EPR & Optical Studies of Photosynthetic Water Oxidation

EPR

基本信息

批准号：
6938564
负责人：
RICHARD J DEBUS
金额：
$ 17.84万
依托单位：
UNIVERSITY OF CALIFORNIA RIVERSIDE
依托单位国家：
美国
项目类别：
财政年份：
2002
资助国家：
美国
起止时间：
2002-08-01 至 2007-07-31
项目状态：
已结题

来源：
https://reporter.nih.gov/project-details/6938564
关键词：
affinity chromatography chlorophyll electron spin resonance spectroscopy electron transport enzyme mechanism enzyme substrate complex isozymes manganese metalloenzyme oxidation oxidation reduction reaction photosynthesis photosynthetic reaction centers photosystem site directed mutagenesis spectrometry tyrosine water

项目摘要

DESCRIPTION (provided by applicant): The project's overall goal is to describe the molecular mechanism of photosynthetic water oxidation. The catalytic site is located in Photosystem II (PSII) and contains a (Mn)4-Ca cluster that interacts with a redox-active tyrosine residue known as Yz. The Yz radical extracts electrons and protons from the (Mn)4-Ca cluster, leading to the oxidation of water and the release of 02 as a by-product. The project's specific goals are to characterize the substrate, inhibitor, and cofactor binding properties of the (Mn)4 cluster in its dark-stable S1 oxidation state and to further characterize the environmental factors that control the reactivity of tyrosine Yz. These objectives build on our recent discoveries that (1) the (Mn)4 cluster in its S1 oxidation state exhibits a parallel polarization multiline EPR signal, and (2) the rate of electron transfer from YD to P680+ is five orders of magnitude faster than previously believed (YD, a second redox-active tyrosine in PSII, does not participate in the primary electron transfer reactions of water oxidation). The proposed studies will exploit the S1 state multiline EPR signal as a spectroscopic probe of the (Mn)4 cluster in its S1 oxidation stale in the same manner that the S2 state multiline EPR signal has been exploited over the last two decades as a probe of the (Mn)4 cluster in its S2 oxidation state. Our observation that electron transfer from YD to P680+ takes place rapidly has important mechanistic implications and suggests a variety of hypotheses regarding the factors that govern the reactivity of tyrosine Yz and, possibly, the factors that govern location of the P680+ cation among the chlorophyll molecules that constitute P680. The proposed studies will test these hypotheses. Understanding the mechanism of photosynthetic water oxidation should provide insight into the mechanisms of two important classes of enzymes that are currently the subjects of intensive bio-medical research: metallo-radical enzymes and enzymes whose mechanisms involve proton-coupled electron transfer reactions. Photosystem II possesses unique advantages for studying the initiation of catalysis in these two classes of enzymes because catalysis in PSII can be initiated with a flash of light, thereby facilitating kinetic studies of reaction cycle intermediates with high time resolution.

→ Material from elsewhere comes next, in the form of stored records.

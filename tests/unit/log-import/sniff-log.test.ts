import fc from "fast-check";
import { describe, expect, it } from "vitest";
import { readHeaderName, sniffLog, type LogSniff } from "@/lib/analysis/log-import";
import { encode } from "./log-fixtures";

function sniff(text: string, isWholeFile = true): LogSniff {
  const result = sniffLog(encode(text), { isWholeFile });
  if (!result.ok) throw new Error(`${result.error.code}: ${result.error.message}`);
  return result.value;
}

function sniffError(bytes: Uint8Array | string, isWholeFile = true) {
  const result = sniffLog(typeof bytes === "string" ? encode(bytes) : bytes, { isWholeFile });
  if (result.ok) throw new Error("expected the sniff to fail");
  return result.error;
}

const rows = (delimiter: string, decimal: string) =>
  ["0", "10", "20", "30"].map((t, k) => [t, `3${decimal}70${k}`, `-1${decimal}5`, `23${decimal}1`].join(delimiter)).join("\n") + "\n";

describe("sniffLog finds the layout", () => {
  it.each([
    [",", "."],
    [";", "."],
    [";", ","],
    ["\t", "."],
    ["\t", ","],
  ])("delimiter %j with decimal %j", (delimiter, decimal) => {
    const found = sniff(["Time (s)", "Voltage (V)", "Current (A)", "Temperature (°C)"].join(delimiter) + "\n" + rows(delimiter, decimal));
    expect(found).toMatchObject({ delimiter, decimalSeparator: decimal, headerLine: 1, dataStartLine: 2, hasByteOrderMark: false, lineEnding: "\n" });
    expect(found.columns).toEqual(["Time (s)", "Voltage (V)", "Current (A)", "Temperature (°C)"]);
    expect(found.preview[0]).toEqual({ line: 2, cells: ["0", `3${decimal}700`, `-1${decimal}5`, `23${decimal}1`] });
  });

  it("skips metadata lines before the header, even ones with the delimiter in them", () => {
    const text = "\uFEFFTest report;invented cycler\r\nChannel;3\r\nStart;2026-03-01 08:00:00\r\n\r\nTime (s);Voltage (V);Current (A);Temperature (°C)\r\n" + rows(";", ",").replaceAll("\n", "\r\n");
    const found = sniff(text);
    expect(found).toMatchObject({ hasByteOrderMark: true, lineEnding: "\r\n", delimiter: ";", decimalSeparator: ",", headerLine: 5, dataStartLine: 6 });
    expect(found.metadataLines).toEqual(["Test report;invented cycler", "Channel;3", "Start;2026-03-01 08:00:00", ""]);
    expect(found.preview.map((row) => row.line)).toEqual([6, 7, 8, 9]);
  });

  it("finds the header above a units row and starts the data after it", () => {
    const found = sniff("Time,Voltage,Current,Temperature\ns,V,A,°C\n" + rows(",", "."));
    expect(found).toMatchObject({ headerLine: 1, dataStartLine: 3, columns: ["Time", "Voltage", "Current", "Temperature"] });
    expect(found.proposal.draft.dataStartLine).toBe(3);
  });

  it("reads quoted header names", () => {
    const found = sniff('"Time (s)","Voltage (V)","Current (A)","Temp"\n' + rows(",", "."));
    expect(found.columns).toEqual(["Time (s)", "Voltage (V)", "Current (A)", "Temp"]);
  });

  it("ignores a cut line at the end of the bytes it was given, unless they are the whole file", () => {
    const text = "Time (s),Voltage (V),Current (A)\n0,3.7,1\n1,3.7,1\n2,3.";
    expect(sniff(text, false).preview).toHaveLength(2);
    // The whole file's cut line is shown as it is; the parser refuses it.
    expect(sniff(text, true).preview.at(-1)).toEqual({ line: 4, cells: ["2", "3."] });
    expect(sniff("Time (s),Voltage (V),Current (A)\n0,3.7,1\n1,3.7,1", true).preview).toHaveLength(2);
  });

  it("shows at most the asked number of preview rows", () => {
    const text = "Time (s),Voltage (V),Current (A)\n" + Array.from({ length: 50 }, (_, k) => `${k},3.7,1`).join("\n") + "\n";
    const result = sniffLog(encode(text), { previewRows: 5, isWholeFile: true });
    expect(result.ok && result.value.preview.map((row) => row.cells[0])).toEqual(["0", "1", "2", "3", "4"]);
  });
});

describe("sniffLog refuses what is not a log", () => {
  it("names PDF, Excel and binary files", () => {
    expect(sniffError(encode("%PDF-1.4\n1 0 obj")).message).toMatch(/^This is a PDF file, not a CSV text log\./);
    expect(sniffError(Uint8Array.from([0x50, 0x4b, 0x03, 0x04, ...encode("xxxx[Content_Types].xml xl/styles.xml")])).message).toMatch(/Excel workbook/);
    expect(sniffError(Uint8Array.from([1, 2, 0, 4])).code).toBe("wrong-file-type");
  });

  it("refuses an empty file, blank lines, words without numbers, and numbers without a header", () => {
    expect(sniffError("").code).toBe("empty-file");
    expect(sniffError("\n\r\n  \n").code).toBe("empty-file");
    expect(sniffError("This is a note.\nNothing to see.\n").code).toBe("no-data-rows");
    expect(sniffError("0,3.7,1\n1,3.7,1\n")).toMatchObject({ code: "header-not-found", line: 1 });
  });

  it("refuses 64 KiB without a line break", () => {
    expect(sniffError("1".repeat(65536), false).code).toBe("line-too-long");
  });

  it("never throws on arbitrary bytes", () => {
    fc.assert(
      fc.property(fc.uint8Array({ maxLength: 2000 }), fc.boolean(), (bytes, isWholeFile) => {
        const result = sniffLog(bytes, { isWholeFile });
        expect(typeof result.ok).toBe("boolean");
      }),
      { numRuns: 300 },
    );
  });
});

describe("proposed mapping from header names", () => {
  it("splits names and units in several spellings", () => {
    expect(readHeaderName("Voltage(V)")).toMatchObject({ words: "voltage", unit: "v" });
    expect(readHeaderName("Current [mA]")).toMatchObject({ words: "current", unit: "ma" });
    expect(readHeaderName("U/V")).toMatchObject({ words: "u", unit: "v" });
    expect(readHeaderName("Test_Time(s)")).toMatchObject({ words: "test time", unit: "s" });
    expect(readHeaderName("Capacity_mAh")).toMatchObject({ words: "capacity", unit: "mah" });
    expect(readHeaderName("Temperature")).toMatchObject({ words: "temperature", unit: "" });
  });

  it.each([
    ["Test_Time(s),Step_Index,Voltage(V),Current(A),Temperature(°C),Charge_Capacity(Ah)", { form: "elapsed", unit: "s", column: "Test_Time(s)" }, "V", "A", true],
    ["Total Time [h],U/V,I/mA,Step", { form: "elapsed", unit: "h", column: "Total Time [h]" }, "V", "mA", false],
    ["Step Time (s),Elapsed time [min],Voltage [mV],Current [mA],Temp 1", { form: "elapsed", unit: "min", column: "Elapsed time [min]" }, "mV", "mA", true],
  ])("%s", (headerText, time, voltageUnit, currentUnit, hasTemperature) => {
    const count = headerText.split(",").length;
    const data = Array.from({ length: 3 }, (_, k) => Array.from({ length: count }, (_, c) => (c === 0 ? String(k) : voltageUnit === "mV" && c === 2 ? "3700.5" : "1.5")).join(","));
    const { draft, notes } = sniff(`${headerText}\n${data.join("\n")}\n`).proposal;
    expect(draft.time).toEqual(time);
    expect(draft.voltage?.unit).toBe(voltageUnit);
    expect(draft.current?.unit).toBe(currentUnit);
    expect(draft.current?.dischargeSign).toBe("negative");
    expect(draft.temperature !== undefined).toBe(hasTemperature);
    expect(notes.some((note) => note.includes("Discharge current is assumed to be written negative"))).toBe(true);
  });

  it("takes a column of timestamps as the time when there is no elapsed time", () => {
    const { draft } = sniff("Date Time;Step;Voltage (V);Current (A)\n2026-03-01 08:00:00;1;3,70;1,5\n2026-03-01 08:00:10;1;3,71;1,5\n").proposal;
    expect(draft.time).toEqual({ form: "timestamp", column: "Date Time" });
    expect(draft.step).toEqual({ column: "Step" });
  });

  it("guesses millivolts from the values when the header has no unit, and says so", () => {
    const { draft, notes } = sniff("Time,Voltage,Current\n0,3712.5,1500\n1,3713.0,1500\n").proposal;
    expect(draft.voltage).toEqual({ column: "Voltage", unit: "mV" });
    expect(notes).toContain('The header "Voltage" gives no unit; the values suggest mV.');
    expect(notes).toContain('The header "Time" gives no time unit; seconds are assumed.');
    expect(notes).toContain('The header "Current" gives no unit; A is assumed. Check it.');
  });

  it("leaves a role open when no column fits, and says so", () => {
    const { draft, notes } = sniff("Zeit,Spannung,Strom\n0,3.7,1\n1,3.7,1\n").proposal;
    expect(draft.voltage).toBeUndefined();
    expect(notes.at(-1)).toBe("No column was recognised for time, voltage, current: choose it by hand.");
  });
});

描述（由申请人提供）：该项目的总体目标是描述光合作用水氧化的分子机制。催化位点位于光系统II（PSII）中，并包含一个（MN）4-CA簇，该簇与称为Yz的氧化还原活性酪氨酸残基相互作用。 Yz自由基提取物从（MN）4-Ca簇中的电子和质子导致水的氧化并释放02作为副产品。该项目的具体目标是表征（Mn）4簇在其深稳定的S1氧化态中的底物，抑制剂和辅因子结合特性，并进一步表征控制酪氨酸Yz反应性的环境因素。 These objectives build on our recent discoveries that (1) the (Mn)4 cluster in its S1 oxidation state exhibits a parallel polarization multiline EPR signal, and (2) the rate of electron transfer from YD to P680+ is five orders of magnitude faster than previously believed (YD, a second redox-active tyrosine in PSII, does not participate in the primary electron transfer reactions of water oxidation).拟议的研究将利用S1状态多行EPR信号作为其S1氧化阶段（Mn）4簇的光谱探针，其方式与过去的二十年中S2状态多行EPR信号相同，作为在其S2氧化状态中的（MN）4簇的探针。我们观察到电子从YD转移到P680+的转移迅速发生具有重要的机械意义，并提出了有关控制酪氨酸Yz的反应性以及控制P680+阳离子位置的因素的各种假设，这些因素可能是构成P680构成P680的叶绿体分子中的位置。拟议的研究将检验这些假设。了解光合作用水氧化的机制应提供有关目前是强化生物医学研究主题的两种重要类酶的机制：金属激进酶和酶，它们的机制涉及质子耦合的电子转移反应。光系统II具有研究这两类酶开始催化的独特优势，因为PSII中的催化可以用光闪烁来启动，从而促进了与高时间分辨率的反应循环中间体的动力学研究。